@McTag,
Quote:
I never did that, and you are mixing this up with another thread.
That leaves us with the inescapable conclusion that it was you being your usual ignorant self on language.
Quote:
I can see why you were being so coy and evasive. Your sentence would have read as uttered by a hayseed from the pages of Mark Twain or a hood created by Damon Runyan. And you didn't want to sound silly, did you?
If OristarA was studying Jamaican patois or Louisiana creole maybe, but he's not. We're striving for standard English here.
That "good" can be, and is, used as an adverb can be seen from Post #1, but that doesn't make it right. Or "+" to stand for "and", come to that.
I just wanted to get all that abysmal ignorance recorded. You don't have the foggiest notion what constitutes right as regards language. You are a litany of ignorance.
The only one being coy was you, as you always are. Plant your seeds of ignorance and then obfuscate to beat the band.

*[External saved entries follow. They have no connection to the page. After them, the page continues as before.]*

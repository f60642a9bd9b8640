/**
 * The briefing's later sections, as view-model pieces: the hindcast's chance test, intervals and
 * CORP diagram, both rules side by side; the response curves; "Then and now" (the modern record);
 * "How our past outlooks turned out" (the review) and "Since the last briefing"; the close-pair
 * warning summary. Every word and figure is formatted here; nothing statistical is computed.
 */
import type { Calibration, IndexCalibration } from "../calibrate/types.js";
import type { Skill } from "../hindcast/types.js";
import type { Outlook } from "../outlook/types.js";
import { formatPercent, formatPercentRange } from "../outlook/describeChance.js";
import type { Review, SinceLastBriefing } from "../review/types.js";
import { corpReliabilityChart } from "./charts/corpReliabilityChart.js";
import { eraOddsChart } from "./charts/eraOddsChart.js";
import { responseCurveChart } from "./charts/responseCurveChart.js";
import { clipText, formatCount, formatDecimal, formatPValue, isFiniteNumber } from "./formatValues.js";
import { trustSvg, type TrustedMarkup } from "./trustedMarkup.js";

const NOT_ENOUGH = "not enough data";

function missing(reason: string | undefined): string {
  return reason === undefined || reason === "" ? NOT_ENOUGH : `${NOT_ENOUGH} (${reason})`;
}

function signed(value: number | null | undefined, digits: number): string {
  if (!isFiniteNumber(value)) return NOT_ENOUGH;
  const text = formatDecimal(value, digits);
  return value > 0 && !/^0\.?0*$/.test(text) ? `+${text}` : text;
}

function plural(count: number, one: string, many: string): string {
  return `${formatCount(count)} ${count === 1 ? one : many}`;
}

function range(interval: readonly [number, number] | null | undefined, digits: number): string {
  if (interval === null || interval === undefined || !isFiniteNumber(interval[0]) || !isFiniteNumber(interval[1])) return "";
  return `${signed(interval[0], digits)} to ${signed(interval[1], digits)}`;
}

/** One row of the hindcast's side-by-side table of the two rules. */
export interface RuleSkillRow {
  readonly score: string;
  readonly phase: string;
  readonly curve: string;
}

/** The hindcast page's additions. */
export interface HindcastExtras {
  /** "Permutation p = 0.001 from 999 block shuffles (blocks of 5 years)", or why there is none. */
  readonly chanceText: string;
  /** The verdict's rule in words (from the hindcast). */
  readonly ruleText: string;
  /** Block-bootstrap intervals of BSS, RPSS and ROC area, one line each; empty when none. */
  readonly intervals: readonly { readonly score: string; readonly value: string; readonly interval: string }[];
  readonly intervalsNote: string;
  /** The CORP reliability diagram and the split of the Brier score. */
  readonly corp: { readonly available: boolean; readonly chart: TrustedMarkup | null; readonly split: string; readonly missingText: string | null };
  /** Both rules side by side (phase rule and curve rule), or null when the curve rule was not run. */
  readonly rules: { readonly rows: readonly RuleSkillRow[]; readonly sentence: string } | null;
  /** One sentence when the hindcast scores a different number of high-fire years than the calibration; else "". */
  readonly countNote: string;
}

/**
 * Format the hindcast page's chance test, bootstrap intervals, CORP diagram and the two rules.
 *
 * @param skill - the outlook's hindcast.
 * @param calibration - the calibration (base rate, high-fire years).
 * @returns the pieces; missing parts say "not enough data" with their reason.
 * @throws never for finite or missing inputs.
 * @example
 * hindcastExtras(outlook.hindcast, calibration).chanceText; // => "Chance test: permutation p = 0.001 …"
 * @see Phipson B., Smyth G.K. (2010) "Permutation p-values should never be zero", Statistical Applications in Genetics and Molecular Biology 9(1):39.
 */
/** "p = 0.03" or "p < 0.001". */
function pText(p: number): string {
  const text = formatPValue(p);
  return text.startsWith("<") ? `p < ${text.slice(1)}` : `p = ${text}`;
}

/**
 * The chance test in a few plain words for page 1: "shuffled fire records rarely scored as well
 * (chance test p = 0.004)", or why there is no chance test.
 *
 * @param skill - the outlook's hindcast.
 * @returns one clause without a closing full stop.
 * @throws never.
 * @example
 * chanceClause(outlook.hindcast); // => "shuffled fire records rarely scored as well (chance test p = 0.004)"
 * @see Phipson B., Smyth G.K. (2010) "Permutation p-values should never be zero", Statistical Applications in Genetics and Molecular Biology 9(1):39.
 */
export function chanceClause(skill: Skill): string {
  const p = skill.skillPValue;
  if (!isFiniteNumber(p)) return `chance test: ${missing(skill.skillPValueReason)}`;
  return `shuffled fire records ${p <= 0.05 ? "rarely" : "often"} scored as well (chance test ${pText(p)})`;
}

/**
 * How large the skill is, from the block-bootstrap interval of the Brier skill score: with a
 * skill verdict and an interval reaching below 0, "small and uncertain in size"; "" when there is
 * no interval or no skill verdict.
 *
 * @param skill - the outlook's hindcast.
 * @param short - true for page 1's bracket after the score, " (95% interval −0.02 to +0.12: small and uncertain in size)".
 * @returns one sentence (or the bracket), or "".
 * @throws never.
 * @example
 * skillSizeText(outlook.hindcast); // => "Its size is small and uncertain: the 95% interval of the Brier skill score, −0.02 to +0.12, reaches below 0."
 * @see Künsch H.R. (1989) "The jackknife and the bootstrap for general stationary observations", Annals of Statistics 17(3):1217–1241.
 */
export function skillSizeText(skill: Skill, short = false): string {
  const interval = skill.intervals?.brierSkillScore;
  const text = range(interval, 2);
  if (interval === null || interval === undefined || text === "") return "";
  const level = Math.round((skill.intervals?.level ?? 0.95) * 100);
  if (short) return ` (${level}% interval ${text}${skill.hasSkill && interval[0] < 0 ? ": small and uncertain in size" : ""})`;
  if (!skill.hasSkill) return "";
  return interval[0] < 0
    ? `Its size is small and uncertain: the ${level}% interval of the Brier skill score, ${text}, reaches below 0.`
    : `Its size: the ${level}% interval of the Brier skill score is ${text}.`;
}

Yes, Ori, McTag is terribly dishonest. You already know how ignorant he is as regards language.
------------------
M-W
Main Entry: 3good
Function: adverb
Date: 13th century
1 : well <he showed me how good I was doing — Herbert Gold> 2 —used as an intensive <a good long time>
usage Adverbial good has been under attack from the schoolroom since the 19th century. Insistence on well rather than good has resulted in a split in connotation: well is standard, neutral, and colorless, while good is emotionally charged and emphatic. This makes good the adverb of choice in sports <“I'm seeing the ball real good” is what you hear — Roger Angell>. In such contexts as <listen up. And listen good — Alex Karras> <lets fly with his tomatoes before they can flee. He gets Clarence good — Charles Dickinson> good cannot be adequately replaced by well. Adverbial good is primarily a spoken form; in writing it occurs in reported and fictional speech and in generally familiar or informal contexts.